===== Provided data =====

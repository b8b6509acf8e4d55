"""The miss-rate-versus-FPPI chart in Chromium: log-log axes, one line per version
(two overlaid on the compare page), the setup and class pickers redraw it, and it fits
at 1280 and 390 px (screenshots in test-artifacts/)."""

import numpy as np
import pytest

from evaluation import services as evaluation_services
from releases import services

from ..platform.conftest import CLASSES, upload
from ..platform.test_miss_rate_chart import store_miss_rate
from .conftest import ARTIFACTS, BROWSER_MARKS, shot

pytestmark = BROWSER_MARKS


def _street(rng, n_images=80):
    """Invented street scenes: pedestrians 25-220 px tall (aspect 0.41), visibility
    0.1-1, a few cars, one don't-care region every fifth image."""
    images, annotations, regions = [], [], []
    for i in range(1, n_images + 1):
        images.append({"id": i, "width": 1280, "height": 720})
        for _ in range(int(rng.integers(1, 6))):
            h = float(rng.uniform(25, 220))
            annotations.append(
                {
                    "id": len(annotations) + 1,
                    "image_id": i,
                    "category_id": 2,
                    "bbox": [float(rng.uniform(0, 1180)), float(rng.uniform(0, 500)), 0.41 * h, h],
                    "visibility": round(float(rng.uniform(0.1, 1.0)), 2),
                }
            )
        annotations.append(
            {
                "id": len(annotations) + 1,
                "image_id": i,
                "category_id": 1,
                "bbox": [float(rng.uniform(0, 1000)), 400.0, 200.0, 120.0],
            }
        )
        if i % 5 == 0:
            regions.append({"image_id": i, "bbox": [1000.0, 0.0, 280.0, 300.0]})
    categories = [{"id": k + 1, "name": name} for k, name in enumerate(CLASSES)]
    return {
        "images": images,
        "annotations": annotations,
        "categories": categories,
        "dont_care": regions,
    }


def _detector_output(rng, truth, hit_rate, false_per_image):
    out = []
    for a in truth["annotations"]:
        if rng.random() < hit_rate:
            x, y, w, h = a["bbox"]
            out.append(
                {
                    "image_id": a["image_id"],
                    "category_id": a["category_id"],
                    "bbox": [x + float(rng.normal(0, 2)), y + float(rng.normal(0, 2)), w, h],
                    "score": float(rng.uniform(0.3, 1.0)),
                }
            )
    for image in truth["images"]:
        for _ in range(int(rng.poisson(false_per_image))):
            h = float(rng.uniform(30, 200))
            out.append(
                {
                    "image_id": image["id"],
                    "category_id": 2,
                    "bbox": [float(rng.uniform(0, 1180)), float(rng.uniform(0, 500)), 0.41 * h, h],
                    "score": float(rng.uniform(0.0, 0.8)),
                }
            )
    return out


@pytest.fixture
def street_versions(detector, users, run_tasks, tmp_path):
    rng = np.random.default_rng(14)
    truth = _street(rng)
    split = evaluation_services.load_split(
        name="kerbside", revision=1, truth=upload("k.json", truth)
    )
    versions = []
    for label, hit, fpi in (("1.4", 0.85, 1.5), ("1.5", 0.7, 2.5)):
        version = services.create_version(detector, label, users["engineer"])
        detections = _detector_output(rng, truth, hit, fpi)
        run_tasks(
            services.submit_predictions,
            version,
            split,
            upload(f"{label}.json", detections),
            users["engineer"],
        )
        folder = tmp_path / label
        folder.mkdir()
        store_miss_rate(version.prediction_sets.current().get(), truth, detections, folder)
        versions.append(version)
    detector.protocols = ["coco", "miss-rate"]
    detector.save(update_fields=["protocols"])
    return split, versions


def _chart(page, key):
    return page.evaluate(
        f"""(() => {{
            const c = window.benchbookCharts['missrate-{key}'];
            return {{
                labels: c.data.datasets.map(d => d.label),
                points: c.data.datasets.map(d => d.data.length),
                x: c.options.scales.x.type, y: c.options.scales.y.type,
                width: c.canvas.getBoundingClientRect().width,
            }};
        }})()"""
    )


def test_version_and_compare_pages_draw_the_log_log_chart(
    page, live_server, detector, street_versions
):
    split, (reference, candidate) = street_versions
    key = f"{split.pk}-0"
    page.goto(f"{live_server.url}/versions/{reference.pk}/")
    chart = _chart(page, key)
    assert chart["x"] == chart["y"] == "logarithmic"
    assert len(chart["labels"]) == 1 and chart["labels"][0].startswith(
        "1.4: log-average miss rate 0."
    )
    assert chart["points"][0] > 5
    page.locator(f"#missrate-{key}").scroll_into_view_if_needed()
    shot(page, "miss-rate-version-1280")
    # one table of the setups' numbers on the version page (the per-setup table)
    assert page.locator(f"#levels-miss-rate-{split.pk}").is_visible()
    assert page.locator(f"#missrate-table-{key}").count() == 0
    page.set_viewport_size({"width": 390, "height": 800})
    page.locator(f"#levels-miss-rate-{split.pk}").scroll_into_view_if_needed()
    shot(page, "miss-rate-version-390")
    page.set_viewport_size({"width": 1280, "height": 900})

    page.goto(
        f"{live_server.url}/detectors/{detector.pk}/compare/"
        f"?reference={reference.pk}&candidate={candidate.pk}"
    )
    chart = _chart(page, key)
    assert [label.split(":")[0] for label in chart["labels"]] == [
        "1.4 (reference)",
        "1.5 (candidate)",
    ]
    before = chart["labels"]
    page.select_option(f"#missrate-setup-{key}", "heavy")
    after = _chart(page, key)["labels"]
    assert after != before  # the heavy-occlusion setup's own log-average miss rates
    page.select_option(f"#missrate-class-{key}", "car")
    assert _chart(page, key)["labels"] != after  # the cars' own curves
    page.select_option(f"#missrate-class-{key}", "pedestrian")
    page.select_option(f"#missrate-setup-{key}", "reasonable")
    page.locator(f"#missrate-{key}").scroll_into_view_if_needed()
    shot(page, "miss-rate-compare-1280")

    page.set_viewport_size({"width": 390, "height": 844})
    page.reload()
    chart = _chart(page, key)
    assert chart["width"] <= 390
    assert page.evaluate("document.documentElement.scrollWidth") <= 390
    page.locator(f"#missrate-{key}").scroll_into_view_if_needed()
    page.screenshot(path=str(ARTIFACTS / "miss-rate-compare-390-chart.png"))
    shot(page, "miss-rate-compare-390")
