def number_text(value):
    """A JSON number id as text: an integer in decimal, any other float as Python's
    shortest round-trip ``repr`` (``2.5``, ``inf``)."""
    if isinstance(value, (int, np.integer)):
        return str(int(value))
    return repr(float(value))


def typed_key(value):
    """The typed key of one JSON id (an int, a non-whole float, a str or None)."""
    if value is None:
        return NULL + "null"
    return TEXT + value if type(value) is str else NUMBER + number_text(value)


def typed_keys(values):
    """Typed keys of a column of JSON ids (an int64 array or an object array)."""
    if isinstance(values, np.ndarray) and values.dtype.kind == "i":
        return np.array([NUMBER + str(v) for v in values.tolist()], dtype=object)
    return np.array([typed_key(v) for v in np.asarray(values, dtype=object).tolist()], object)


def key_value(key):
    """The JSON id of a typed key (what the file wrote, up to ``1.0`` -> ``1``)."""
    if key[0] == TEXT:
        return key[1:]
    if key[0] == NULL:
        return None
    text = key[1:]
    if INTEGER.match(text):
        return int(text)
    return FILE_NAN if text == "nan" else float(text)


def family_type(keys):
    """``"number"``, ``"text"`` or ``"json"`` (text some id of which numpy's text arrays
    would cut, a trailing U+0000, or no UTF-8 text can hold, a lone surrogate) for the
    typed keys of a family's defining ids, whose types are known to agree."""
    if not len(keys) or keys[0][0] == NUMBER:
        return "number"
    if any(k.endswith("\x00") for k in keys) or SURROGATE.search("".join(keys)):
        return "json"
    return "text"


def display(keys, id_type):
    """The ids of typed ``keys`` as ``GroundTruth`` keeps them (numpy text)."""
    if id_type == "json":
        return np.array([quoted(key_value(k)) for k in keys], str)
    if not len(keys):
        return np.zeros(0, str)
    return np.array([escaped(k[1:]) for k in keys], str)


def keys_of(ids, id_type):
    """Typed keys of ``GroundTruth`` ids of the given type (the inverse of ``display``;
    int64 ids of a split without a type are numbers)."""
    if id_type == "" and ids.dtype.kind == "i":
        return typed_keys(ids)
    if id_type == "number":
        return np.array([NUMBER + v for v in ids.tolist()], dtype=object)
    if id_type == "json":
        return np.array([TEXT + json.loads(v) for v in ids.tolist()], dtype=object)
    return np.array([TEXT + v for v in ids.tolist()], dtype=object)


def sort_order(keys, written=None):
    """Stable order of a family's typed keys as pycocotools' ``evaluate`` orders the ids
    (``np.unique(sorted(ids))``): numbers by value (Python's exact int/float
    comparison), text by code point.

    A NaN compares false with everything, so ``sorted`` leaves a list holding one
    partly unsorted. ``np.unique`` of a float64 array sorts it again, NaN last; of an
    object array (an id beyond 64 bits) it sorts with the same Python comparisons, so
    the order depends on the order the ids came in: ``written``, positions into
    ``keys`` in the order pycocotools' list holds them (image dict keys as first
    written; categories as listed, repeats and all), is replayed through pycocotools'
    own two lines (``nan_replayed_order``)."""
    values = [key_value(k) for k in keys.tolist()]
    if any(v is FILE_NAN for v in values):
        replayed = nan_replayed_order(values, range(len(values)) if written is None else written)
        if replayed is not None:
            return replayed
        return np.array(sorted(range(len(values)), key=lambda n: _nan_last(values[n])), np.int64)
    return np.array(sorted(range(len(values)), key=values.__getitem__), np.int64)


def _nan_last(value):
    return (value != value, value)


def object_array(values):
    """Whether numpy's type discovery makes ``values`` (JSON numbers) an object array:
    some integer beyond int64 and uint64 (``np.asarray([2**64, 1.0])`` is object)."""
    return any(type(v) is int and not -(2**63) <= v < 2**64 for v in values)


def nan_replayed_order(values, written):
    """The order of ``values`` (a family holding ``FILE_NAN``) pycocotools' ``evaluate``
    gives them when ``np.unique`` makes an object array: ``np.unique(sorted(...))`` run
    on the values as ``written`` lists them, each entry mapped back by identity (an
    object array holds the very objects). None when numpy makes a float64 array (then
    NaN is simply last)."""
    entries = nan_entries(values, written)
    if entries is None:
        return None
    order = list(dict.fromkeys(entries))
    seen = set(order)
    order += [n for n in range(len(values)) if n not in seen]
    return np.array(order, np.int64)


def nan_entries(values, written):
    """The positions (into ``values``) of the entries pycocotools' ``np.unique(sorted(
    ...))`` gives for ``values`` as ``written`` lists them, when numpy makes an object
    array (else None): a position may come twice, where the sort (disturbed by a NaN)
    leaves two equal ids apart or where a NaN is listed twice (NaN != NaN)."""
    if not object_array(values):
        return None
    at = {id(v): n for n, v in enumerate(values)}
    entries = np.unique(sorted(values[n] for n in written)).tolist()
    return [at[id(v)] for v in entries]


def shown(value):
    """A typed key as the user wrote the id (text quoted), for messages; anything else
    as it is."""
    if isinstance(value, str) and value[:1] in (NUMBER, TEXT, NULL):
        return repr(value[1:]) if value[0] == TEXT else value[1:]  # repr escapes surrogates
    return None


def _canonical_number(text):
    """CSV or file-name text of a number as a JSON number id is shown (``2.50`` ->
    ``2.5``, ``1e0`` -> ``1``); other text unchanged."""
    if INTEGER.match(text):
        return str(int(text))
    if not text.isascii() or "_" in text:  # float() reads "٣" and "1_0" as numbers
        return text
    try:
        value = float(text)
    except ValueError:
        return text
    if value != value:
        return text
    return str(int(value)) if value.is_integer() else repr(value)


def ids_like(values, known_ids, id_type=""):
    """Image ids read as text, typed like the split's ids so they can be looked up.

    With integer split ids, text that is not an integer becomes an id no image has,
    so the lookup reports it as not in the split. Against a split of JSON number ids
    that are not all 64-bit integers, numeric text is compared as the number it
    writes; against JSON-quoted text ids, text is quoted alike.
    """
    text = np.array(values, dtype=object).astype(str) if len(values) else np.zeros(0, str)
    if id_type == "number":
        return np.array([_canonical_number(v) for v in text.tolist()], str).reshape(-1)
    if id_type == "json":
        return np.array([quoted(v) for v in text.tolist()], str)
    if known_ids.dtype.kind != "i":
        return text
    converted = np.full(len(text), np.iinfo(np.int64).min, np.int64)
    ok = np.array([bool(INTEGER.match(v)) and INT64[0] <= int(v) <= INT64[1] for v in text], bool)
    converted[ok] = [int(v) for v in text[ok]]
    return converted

=====
===== Provided data =====

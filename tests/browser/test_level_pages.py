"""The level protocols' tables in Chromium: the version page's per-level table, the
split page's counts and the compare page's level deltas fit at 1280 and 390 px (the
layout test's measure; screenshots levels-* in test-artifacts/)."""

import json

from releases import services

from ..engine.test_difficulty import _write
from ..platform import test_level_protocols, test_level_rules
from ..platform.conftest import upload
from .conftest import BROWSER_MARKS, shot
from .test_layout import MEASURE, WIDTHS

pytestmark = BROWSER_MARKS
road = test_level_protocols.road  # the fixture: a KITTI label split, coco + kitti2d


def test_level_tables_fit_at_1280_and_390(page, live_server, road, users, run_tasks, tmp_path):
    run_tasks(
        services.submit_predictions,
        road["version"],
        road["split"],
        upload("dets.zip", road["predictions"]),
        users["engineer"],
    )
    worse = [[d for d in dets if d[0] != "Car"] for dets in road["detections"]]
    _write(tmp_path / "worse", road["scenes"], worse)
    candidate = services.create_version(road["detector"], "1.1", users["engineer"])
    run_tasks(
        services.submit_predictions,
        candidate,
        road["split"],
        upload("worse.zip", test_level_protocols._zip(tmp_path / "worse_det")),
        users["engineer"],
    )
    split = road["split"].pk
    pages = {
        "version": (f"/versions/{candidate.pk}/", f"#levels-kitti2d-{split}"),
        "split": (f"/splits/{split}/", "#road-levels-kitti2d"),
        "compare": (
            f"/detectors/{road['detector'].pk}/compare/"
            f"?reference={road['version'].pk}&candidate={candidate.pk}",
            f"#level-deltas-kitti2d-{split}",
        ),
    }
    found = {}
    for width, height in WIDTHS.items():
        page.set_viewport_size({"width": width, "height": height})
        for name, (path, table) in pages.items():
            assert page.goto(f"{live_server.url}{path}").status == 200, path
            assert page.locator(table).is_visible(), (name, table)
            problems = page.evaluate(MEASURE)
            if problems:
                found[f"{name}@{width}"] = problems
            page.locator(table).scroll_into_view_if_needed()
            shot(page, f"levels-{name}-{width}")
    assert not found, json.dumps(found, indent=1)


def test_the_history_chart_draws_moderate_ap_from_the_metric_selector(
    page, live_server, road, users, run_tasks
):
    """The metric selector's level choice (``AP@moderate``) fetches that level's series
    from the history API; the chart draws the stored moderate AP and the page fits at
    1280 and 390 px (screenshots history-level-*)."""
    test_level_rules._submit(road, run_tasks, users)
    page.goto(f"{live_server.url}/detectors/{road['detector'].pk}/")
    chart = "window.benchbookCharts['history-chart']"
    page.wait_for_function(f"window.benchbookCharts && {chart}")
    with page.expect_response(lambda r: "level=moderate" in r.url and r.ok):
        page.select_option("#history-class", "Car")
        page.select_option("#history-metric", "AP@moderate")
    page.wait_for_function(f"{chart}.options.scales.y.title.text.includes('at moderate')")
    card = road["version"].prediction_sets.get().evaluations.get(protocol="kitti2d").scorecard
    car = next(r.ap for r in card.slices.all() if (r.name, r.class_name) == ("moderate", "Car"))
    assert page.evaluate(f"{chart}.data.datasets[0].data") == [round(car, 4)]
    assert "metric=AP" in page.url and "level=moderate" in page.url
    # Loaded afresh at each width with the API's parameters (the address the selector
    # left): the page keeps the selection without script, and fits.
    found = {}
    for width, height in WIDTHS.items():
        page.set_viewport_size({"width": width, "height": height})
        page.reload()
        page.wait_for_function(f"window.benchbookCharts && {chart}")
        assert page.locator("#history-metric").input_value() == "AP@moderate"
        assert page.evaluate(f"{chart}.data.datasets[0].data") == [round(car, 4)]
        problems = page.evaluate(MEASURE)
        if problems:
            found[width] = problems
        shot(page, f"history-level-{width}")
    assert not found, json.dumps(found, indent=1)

=====
===== Provided data =====

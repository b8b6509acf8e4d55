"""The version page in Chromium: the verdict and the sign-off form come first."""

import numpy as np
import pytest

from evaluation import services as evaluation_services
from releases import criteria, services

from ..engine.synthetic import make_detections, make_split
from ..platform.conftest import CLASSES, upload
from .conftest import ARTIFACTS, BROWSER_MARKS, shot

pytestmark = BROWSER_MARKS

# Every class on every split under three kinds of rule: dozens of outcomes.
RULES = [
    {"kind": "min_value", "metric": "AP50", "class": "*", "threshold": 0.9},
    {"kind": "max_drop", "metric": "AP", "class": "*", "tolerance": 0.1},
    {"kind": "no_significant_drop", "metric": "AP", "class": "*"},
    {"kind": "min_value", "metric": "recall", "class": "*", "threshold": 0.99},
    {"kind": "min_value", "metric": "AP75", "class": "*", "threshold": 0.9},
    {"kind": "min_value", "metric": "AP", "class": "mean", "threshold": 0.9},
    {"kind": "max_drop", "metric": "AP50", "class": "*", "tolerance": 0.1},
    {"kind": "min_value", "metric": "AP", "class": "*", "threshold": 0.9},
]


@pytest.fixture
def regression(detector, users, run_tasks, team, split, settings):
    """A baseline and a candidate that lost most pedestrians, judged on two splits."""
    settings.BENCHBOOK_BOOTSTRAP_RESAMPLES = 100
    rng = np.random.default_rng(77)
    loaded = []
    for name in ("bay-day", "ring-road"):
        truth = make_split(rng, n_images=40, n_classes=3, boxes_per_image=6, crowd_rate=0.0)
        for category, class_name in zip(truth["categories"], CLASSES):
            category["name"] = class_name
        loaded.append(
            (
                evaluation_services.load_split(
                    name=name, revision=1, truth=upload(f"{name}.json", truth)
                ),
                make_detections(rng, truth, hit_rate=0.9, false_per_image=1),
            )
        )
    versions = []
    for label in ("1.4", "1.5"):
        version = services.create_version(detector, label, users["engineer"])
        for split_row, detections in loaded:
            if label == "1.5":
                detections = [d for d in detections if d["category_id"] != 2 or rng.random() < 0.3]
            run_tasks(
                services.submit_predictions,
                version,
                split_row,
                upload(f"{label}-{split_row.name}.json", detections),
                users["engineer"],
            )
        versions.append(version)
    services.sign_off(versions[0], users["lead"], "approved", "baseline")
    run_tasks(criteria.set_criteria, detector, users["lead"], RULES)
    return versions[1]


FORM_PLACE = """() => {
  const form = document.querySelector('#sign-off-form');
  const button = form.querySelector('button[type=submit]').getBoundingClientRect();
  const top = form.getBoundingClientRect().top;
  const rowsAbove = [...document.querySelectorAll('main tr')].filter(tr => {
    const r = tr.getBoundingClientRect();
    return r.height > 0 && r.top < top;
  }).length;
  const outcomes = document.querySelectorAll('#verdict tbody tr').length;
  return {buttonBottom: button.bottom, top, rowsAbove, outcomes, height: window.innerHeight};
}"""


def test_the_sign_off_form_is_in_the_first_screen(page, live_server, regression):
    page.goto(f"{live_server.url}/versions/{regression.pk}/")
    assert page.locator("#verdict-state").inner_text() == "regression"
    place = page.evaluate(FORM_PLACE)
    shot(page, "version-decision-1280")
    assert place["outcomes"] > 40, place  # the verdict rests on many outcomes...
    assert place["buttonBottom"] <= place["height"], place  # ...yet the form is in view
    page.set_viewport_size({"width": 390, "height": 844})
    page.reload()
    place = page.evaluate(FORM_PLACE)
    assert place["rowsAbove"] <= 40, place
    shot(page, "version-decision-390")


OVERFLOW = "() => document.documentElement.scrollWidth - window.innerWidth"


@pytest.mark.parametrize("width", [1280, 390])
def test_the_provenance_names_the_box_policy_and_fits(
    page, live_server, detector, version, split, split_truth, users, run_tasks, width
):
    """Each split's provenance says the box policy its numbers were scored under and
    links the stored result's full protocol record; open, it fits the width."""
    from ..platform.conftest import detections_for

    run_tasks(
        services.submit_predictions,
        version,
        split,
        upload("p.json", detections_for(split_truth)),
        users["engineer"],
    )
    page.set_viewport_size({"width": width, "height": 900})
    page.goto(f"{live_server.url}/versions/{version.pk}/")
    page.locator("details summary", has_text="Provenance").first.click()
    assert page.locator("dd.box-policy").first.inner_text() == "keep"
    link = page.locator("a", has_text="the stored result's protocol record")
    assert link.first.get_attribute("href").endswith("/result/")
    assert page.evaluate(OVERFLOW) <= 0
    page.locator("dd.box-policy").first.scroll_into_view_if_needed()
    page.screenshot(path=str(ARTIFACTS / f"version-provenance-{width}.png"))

=====

• _Assignment_:
Copy out, from the records above, every line that holds the string "querySelectorAll".

• _Solved problem_:
  const rowsAbove = [...document.querySelectorAll('main tr')].filter(tr => {
  const outcomes = document.querySelectorAll('#verdict tbody tr').length;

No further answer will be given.